Data for this task START
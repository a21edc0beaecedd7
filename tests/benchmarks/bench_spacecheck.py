"""Timing of the space check: the invented test cell (capsules) and the demo cell.

Run: /work/venv/bin/python tests/benchmarks/bench_spacecheck.py [pitch_mm]
"""

from __future__ import annotations

import sys
import time
from pathlib import Path

from envelope.cell import load_cell
from envelope.check import run_check
from envelope.demo import demo_cell_path
from envelope.spacecheck import run_space_check
from envelope.units import to_metres


def main() -> None:
    pitch = float(to_metres(float(sys.argv[1]) if len(sys.argv) > 1 else 20.0, "mm"))
    for path in (Path(__file__).resolve().parents[1] / "data" / "space-cell.toml", demo_cell_path()):
        cell = load_cell(path)
        result = run_check(cell)
        t0 = time.perf_counter()
        sc = run_space_check(cell, result=result, pitch=pitch)
        total = time.perf_counter() - t0
        parts = ", ".join(f"{k} {v:.1f} s" for k, v in sc.timings.items())
        print(f"{cell.name}: {total:.1f} s ({parts}); suggestion found: {sc.suggestion.found}")


if __name__ == "__main__":
    main()
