def _outer(shape):
    """Outer support data ``(c (3,), w (3, 3), r, rho, z (3,))`` of a shape (its own frame):

    ``h(u) <= u.c + sum_j |u.w_j| + r |u| + rho |u x z|``, with equality for spheres, capsules, boxes
    and cylinders; a convex shape or mesh is replaced by an oriented bounding box of its vertices
    (which contains it, so the bound stays valid).
    """
    ez = np.array([0.0, 0.0, 1.0])
    w = np.zeros((3, 3))
    if isinstance(shape, g.Sphere):
        return np.array(shape.center), w, shape.radius, 0.0, ez
    if isinstance(shape, g.Capsule):
        w[0] = 0.5 * (shape.p1 - shape.p0)
        return 0.5 * (shape.p0 + shape.p1), w, shape.radius, 0.0, ez
    if isinstance(shape, g.Box):
        w = (shape.pose[:3, :3] * (0.5 * shape.extents)).T
        return np.array(shape.pose[:3, 3]), w, 0.0, 0.0, ez
    if isinstance(shape, g.Cylinder):
        z = np.array(shape.pose[:3, 2])
        w[0] = 0.5 * shape.length * z
        return np.array(shape.pose[:3, 3]), w, 0.0, shape.radius, z
    import trimesh

    v = np.asarray(shape.vertices)
    to_origin, extents = trimesh.bounds.oriented_bounds(v)
    box = g.Box(np.asarray(extents) * (1 + 1e-9) + 1e-9, np.linalg.inv(to_origin))
    return _outer(box)


def _axes(shape):
    if isinstance(shape, (g.Box, g.Cylinder)):
        return np.array(shape.pose[:3, :3].T)
    if isinstance(shape, g.Capsule):
        d = shape.p1 - shape.p0
        n = np.linalg.norm(d)
        if n > 0:
            return _frame_with_z(d / n).T
    return np.eye(3)


def _frame_with_z(z):
    """A rotation (3, 3) whose third column is the unit vector ``z``."""
    a = np.array([1.0, 0.0, 0.0]) if abs(z[0]) < 0.9 else np.array([0.0, 1.0, 0.0])
    x = np.cross(a, z)
    x /= np.linalg.norm(x)
    y = np.cross(z, x)
    return np.column_stack([x, y, z])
Data for this task END
* _Exercise directions_: Go through the entries. Report every line that contains the word "asarray".

* _Final answer_:
    v = np.asarray(shape.vertices)
    box = g.Box(np.asarray(extents) * (1 + 1e-9) + 1e-9, np.linalg.inv(to_origin))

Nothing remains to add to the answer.